- [Aim of the exercise]:
Please return each of the entries below exactly as they appear.

════════════════

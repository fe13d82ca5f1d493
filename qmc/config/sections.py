"""Parsing of the sections [run], [model], [lattice], [[terms]], [sampling] and [exchange] (schema:
:mod:`qmc.config.schema`); [scan] is :mod:`qmc.config.scan`.

Each ``parse_*`` function takes the :class:`~qmc.config.reader.TableReader` of the file and returns the
section's dataclass, having checked everything that does not need the scan values.
"""

from __future__ import annotations

import math
from typing import Any

import qmc.models as models
from qmc.config.reader import TableReader
from qmc.config.schema import (
    BOUNDARIES,
    DEFAULT_ESTIMATORS,
    ESTIMATORS,
    EXCHANGE_KEYS,
    EXPLICIT,
    EXPLICIT_KEYS,
    GROUND_STATE_KEYS,
    LATTICE_KEYS,
    LATTICE_KINDS,
    MIN_TARGET_BINS,
    MODEL_KEYS,
    RUN_KEYS,
    SAMPLING_KEYS,
    SHAPES,
    SIGNED_TERMS,
    TERM_KEYS,
    TERM_NAME_RE,
    TERM_TYPES,
    GroundState,
    LatticeSpec,
    ModelSection,
    RunSection,
    Sampling,
    TermSpec,
    check_coupling,
)
from qmc.errors import describe_value

__all__ = ["parse_run", "parse_model", "parse_lattice", "parse_terms", "parse_sampling", "parse_target",
           "parse_ground_state"]


def parse_run(r: TableReader) -> RunSection:
    t = r.table("run")
    r.check_keys("run", t, RUN_KEYS, ("seed",), "[run]")
    name = r.string("run.name", t["name"]) if "name" in t else r.path.stem
    output = r.string("run.output", t["output"]) if "output" in t else f"runs/{r.path.stem}"
    if not output.strip():
        raise r.fail("run.output", "must not be empty")
    seed = r.integer("run.seed", t["seed"], minimum=0)
    description = r.string("run.description", t["description"]) if "description" in t else ""
    return RunSection(name=name, output=output, seed=seed, description=description)


def parse_model(r: TableReader) -> ModelSection:
    """``[model]`` (optional): ``colors``, a whole number >= 2 or an expression of scan names (checked per
    task by :mod:`qmc.config.tasks`)."""
    if "model" not in r.data:
        return ModelSection()
    t = r.table("model")
    r.check_keys("model", t, MODEL_KEYS, (), "[model]")
    if "colors" not in t:
        return ModelSection()
    colors = r.expression("model.colors", t["colors"])
    if colors.is_constant:
        value = colors.evaluate({})
        if value != int(value) or not 2 <= value <= models.MAX_COLOURS:
            raise r.fail("model.colors", f"must be a whole number from 2 to {models.MAX_COLOURS} (colours "
                                         f"per site), got {describe_value(t['colors'])}")
    return ModelSection(colors=colors)


def parse_lattice(r: TableReader) -> LatticeSpec:
    t = r.table("lattice")
    if "kind" not in t:
        raise r.fail("lattice.kind",
                     f"missing required key 'kind' in [lattice] ({LATTICE_KEYS['kind']})")
    kind = r.choice("lattice.kind", t["kind"], (*LATTICE_KINDS, EXPLICIT), "lattice kind")
    if kind == EXPLICIT:
        return _explicit(r, t)
    r.check_keys("lattice", t, LATTICE_KEYS, ("size",), "[lattice]")
    dim = LATTICE_KINDS[kind]
    raw = t["size"]
    if isinstance(raw, list):
        if len(raw) != dim:
            raise r.fail("lattice.size", f"a {kind} lattice needs {dim} size entr"
                                         f"{'y' if dim == 1 else 'ies'}, got {len(raw)}")
        size = tuple(r.expression(f"lattice.size[{i}]", v) for i, v in enumerate(raw))
    else:
        size = (r.expression("lattice.size", raw),) * dim
    boundary = _boundary(r, t.get("boundary", "periodic"), kind, dim)
    return LatticeSpec(kind=kind, size=size, boundary=boundary, size_scalar=not isinstance(raw, list))


def _boundary(r: TableReader, value: Any, kind: str, dim: int) -> str | tuple[str, ...]:
    """One boundary word for all directions, or a list of one per direction (equal words fold into one)."""
    if not isinstance(value, list):
        return r.choice("lattice.boundary", value, BOUNDARIES, "boundary")
    if len(value) != dim:
        entries = "entry" if dim == 1 else "entries"
        raise r.fail("lattice.boundary", f"a {kind} lattice needs {dim} boundary {entries} (one per "
                                         f"direction), got {len(value)}")
    words = tuple(r.choice(f"lattice.boundary[{a}]", v, BOUNDARIES, "boundary") for a, v in enumerate(value))
    return words[0] if len(set(words)) == 1 else words


def _explicit(r: TableReader, t: dict) -> LatticeSpec:
    r.check_keys("lattice", t, EXPLICIT_KEYS, ("sites",), "[lattice] (kind = \"explicit\")")
    sites = r.integer("lattice.sites", t["sites"], minimum=2)
    if "bonds" not in t and "classes" not in t:
        raise r.fail("lattice.bonds", "an explicit lattice needs bonds = [[i, j], ...] "
                                      "or classes = {name = [[i, j], ...]}")
    bonds = _bond_list(r, "lattice.bonds", t["bonds"], sites) if "bonds" in t else None
    classes = None
    if "classes" in t:
        if not isinstance(t["classes"], dict) or not t["classes"]:
            raise r.fail("lattice.classes", "must be a non-empty table {name = [[i, j], ...], ...}")
        classes = {}
        for name, value in t["classes"].items():
            if name == "all":
                raise r.fail("lattice.classes.all", "the class name 'all' is reserved for all bonds")
            classes[name] = _bond_list(r, f"lattice.classes.{name}", value, sites)
        if bonds is not None:
            _check_partition(r, bonds, classes)
    return LatticeSpec(kind=EXPLICIT, size=(), boundary="open", sites=sites, bonds=bonds,
                       classes=classes)


def _bond_list(r: TableReader, key: str, value: Any, sites: int) -> tuple[tuple[int, int], ...]:
    if not isinstance(value, list) or not value:
        raise r.fail(key,
                     f"must be a non-empty list of [i, j] site pairs, got {describe_value(value)}")
    out = []
    for b, pair in enumerate(value):
        if (not isinstance(pair, list) or len(pair) != 2
                or any(isinstance(s, bool) or not isinstance(s, int) for s in pair)):
            raise r.fail(f"{key}[{b}]", f"must be a pair of integer site indices [i, j], got {pair!r}")
        i, j = pair
        if not (0 <= i < sites and 0 <= j < sites):
            raise r.fail(f"{key}[{b}]", f"site index out of range 0..{sites - 1}: {pair}")
        if i == j:
            raise r.fail(f"{key}[{b}]", f"a bond must join two different sites, got {pair}")
        out.append((i, j))
    return tuple(out)


def _check_partition(r: TableReader, bonds, classes) -> None:
    owner: dict[frozenset, str] = {}
    for name, members in classes.items():
        for b, pair in enumerate(members):
            k = frozenset(pair)
            if k in owner:
                raise r.fail(f"lattice.classes.{name}[{b}]", f"bond {list(pair)} is already in class "
                                                             f"'{owner[k]}'; with bonds given, the "
                                                             "classes must split them exactly")
            owner[k] = name
    listed = {frozenset(p) for p in bonds}
    for name, members in classes.items():
        for b, pair in enumerate(members):
            if frozenset(pair) not in listed:
                raise r.fail(f"lattice.classes.{name}[{b}]",
                             f"bond {list(pair)} is not in lattice.bonds")
    for b, pair in enumerate(bonds):
        if frozenset(pair) not in owner:
            raise r.fail(f"lattice.bonds[{b}]",
                         f"bond {list(pair)} is in no class; with classes given, every bond must be "
                         "in exactly one class (or leave out bonds and list the classes only)")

════════════════

- [Result]:
repository fe13d82ca5f1d493
filename qmc/config/sections.py
"""Parsing of the sections [run], [model], [lattice], [[terms]], [sampling] and [exchange] (schema:
:mod:`qmc.config.schema`); [scan] is :mod:`qmc.config.scan`.

Each ``parse_*`` function takes the :class:`~qmc.config.reader.TableReader` of the file and returns the
section's dataclass, having checked everything that does not need the scan values.
"""

from __future__ import annotations

import math
from typing import Any

import qmc.models as models
from qmc.config.reader import TableReader
from qmc.config.schema import (
    BOUNDARIES,
    DEFAULT_ESTIMATORS,
    ESTIMATORS,
    EXCHANGE_KEYS,
    EXPLICIT,
    EXPLICIT_KEYS,
    GROUND_STATE_KEYS,
    LATTICE_KEYS,
    LATTICE_KINDS,
    MIN_TARGET_BINS,
    MODEL_KEYS,
    RUN_KEYS,
    SAMPLING_KEYS,
    SHAPES,
    SIGNED_TERMS,
    TERM_KEYS,
    TERM_NAME_RE,
    TERM_TYPES,
    GroundState,
    LatticeSpec,
    ModelSection,
    RunSection,
    Sampling,
    TermSpec,
    check_coupling,
)
from qmc.errors import describe_value

__all__ = ["parse_run", "parse_model", "parse_lattice", "parse_terms", "parse_sampling", "parse_target",
           "parse_ground_state"]


def parse_run(r: TableReader) -> RunSection:
    t = r.table("run")
    r.check_keys("run", t, RUN_KEYS, ("seed",), "[run]")
    name = r.string("run.name", t["name"]) if "name" in t else r.path.stem
    output = r.string("run.output", t["output"]) if "output" in t else f"runs/{r.path.stem}"
    if not output.strip():
        raise r.fail("run.output", "must not be empty")
    seed = r.integer("run.seed", t["seed"], minimum=0)
    description = r.string("run.description", t["description"]) if "description" in t else ""
    return RunSection(name=name, output=output, seed=seed, description=description)


def parse_model(r: TableReader) -> ModelSection:
    """``[model]`` (optional): ``colors``, a whole number >= 2 or an expression of scan names (checked per
    task by :mod:`qmc.config.tasks`)."""
    if "model" not in r.data:
        return ModelSection()
    t = r.table("model")
    r.check_keys("model", t, MODEL_KEYS, (), "[model]")
    if "colors" not in t:
        return ModelSection()
    colors = r.expression("model.colors", t["colors"])
    if colors.is_constant:
        value = colors.evaluate({})
        if value != int(value) or not 2 <= value <= models.MAX_COLOURS:
            raise r.fail("model.colors", f"must be a whole number from 2 to {models.MAX_COLOURS} (colours "
                                         f"per site), got {describe_value(t['colors'])}")
    return ModelSection(colors=colors)


def parse_lattice(r: TableReader) -> LatticeSpec:
    t = r.table("lattice")
    if "kind" not in t:
        raise r.fail("lattice.kind",
                     f"missing required key 'kind' in [lattice] ({LATTICE_KEYS['kind']})")
    kind = r.choice("lattice.kind", t["kind"], (*LATTICE_KINDS, EXPLICIT), "lattice kind")
    if kind == EXPLICIT:
        return _explicit(r, t)
    r.check_keys("lattice", t, LATTICE_KEYS, ("size",), "[lattice]")
    dim = LATTICE_KINDS[kind]
    raw = t["size"]
    if isinstance(raw, list):
        if len(raw) != dim:
            raise r.fail("lattice.size", f"a {kind} lattice needs {dim} size entr"
                                         f"{'y' if dim == 1 else 'ies'}, got {len(raw)}")
        size = tuple(r.expression(f"lattice.size[{i}]", v) for i, v in enumerate(raw))
    else:
        size = (r.expression("lattice.size", raw),) * dim
    boundary = _boundary(r, t.get("boundary", "periodic"), kind, dim)
    return LatticeSpec(kind=kind, size=size, boundary=boundary, size_scalar=not isinstance(raw, list))


def _boundary(r: TableReader, value: Any, kind: str, dim: int) -> str | tuple[str, ...]:
    """One boundary word for all directions, or a list of one per direction (equal words fold into one)."""
    if not isinstance(value, list):
        return r.choice("lattice.boundary", value, BOUNDARIES, "boundary")
    if len(value) != dim:
        entries = "entry" if dim == 1 else "entries"
        raise r.fail("lattice.boundary", f"a {kind} lattice needs {dim} boundary {entries} (one per "
                                         f"direction), got {len(value)}")
    words = tuple(r.choice(f"lattice.boundary[{a}]", v, BOUNDARIES, "boundary") for a, v in enumerate(value))
    return words[0] if len(set(words)) == 1 else words


def _explicit(r: TableReader, t: dict) -> LatticeSpec:
    r.check_keys("lattice", t, EXPLICIT_KEYS, ("sites",), "[lattice] (kind = \"explicit\")")
    sites = r.integer("lattice.sites", t["sites"], minimum=2)
    if "bonds" not in t and "classes" not in t:
        raise r.fail("lattice.bonds", "an explicit lattice needs bonds = [[i, j], ...] "
                                      "or classes = {name = [[i, j], ...]}")
    bonds = _bond_list(r, "lattice.bonds", t["bonds"], sites) if "bonds" in t else None
    classes = None
    if "classes" in t:
        if not isinstance(t["classes"], dict) or not t["classes"]:
            raise r.fail("lattice.classes", "must be a non-empty table {name = [[i, j], ...], ...}")
        classes = {}
        for name, value in t["classes"].items():
            if name == "all":
                raise r.fail("lattice.classes.all", "the class name 'all' is reserved for all bonds")
            classes[name] = _bond_list(r, f"lattice.classes.{name}", value, sites)
        if bonds is not None:
            _check_partition(r, bonds, classes)
    return LatticeSpec(kind=EXPLICIT, size=(), boundary="open", sites=sites, bonds=bonds,
                       classes=classes)


def _bond_list(r: TableReader, key: str, value: Any, sites: int) -> tuple[tuple[int, int], ...]:
    if not isinstance(value, list) or not value:
        raise r.fail(key,
                     f"must be a non-empty list of [i, j] site pairs, got {describe_value(value)}")
    out = []
    for b, pair in enumerate(value):
        if (not isinstance(pair, list) or len(pair) != 2
                or any(isinstance(s, bool) or not isinstance(s, int) for s in pair)):
            raise r.fail(f"{key}[{b}]", f"must be a pair of integer site indices [i, j], got {pair!r}")
        i, j = pair
        if not (0 <= i < sites and 0 <= j < sites):
            raise r.fail(f"{key}[{b}]", f"site index out of range 0..{sites - 1}: {pair}")
        if i == j:
            raise r.fail(f"{key}[{b}]", f"a bond must join two different sites, got {pair}")
        out.append((i, j))
    return tuple(out)


def _check_partition(r: TableReader, bonds, classes) -> None:
    owner: dict[frozenset, str] = {}
    for name, members in classes.items():
        for b, pair in enumerate(members):
            k = frozenset(pair)
            if k in owner:
                raise r.fail(f"lattice.classes.{name}[{b}]", f"bond {list(pair)} is already in class "
                                                             f"'{owner[k]}'; with bonds given, the "
                                                             "classes must split them exactly")
            owner[k] = name
    listed = {frozenset(p) for p in bonds}
    for name, members in classes.items():
        for b, pair in enumerate(members):
            if frozenset(pair) not in listed:
                raise r.fail(f"lattice.classes.{name}[{b}]",
                             f"bond {list(pair)} is not in lattice.bonds")
    for b, pair in enumerate(bonds):
        if frozenset(pair) not in owner:
            raise r.fail(f"lattice.bonds[{b}]",
                         f"bond {list(pair)} is in no class; with classes given, every bond must be "
                         "in exactly one class (or leave out bonds and list the classes only)")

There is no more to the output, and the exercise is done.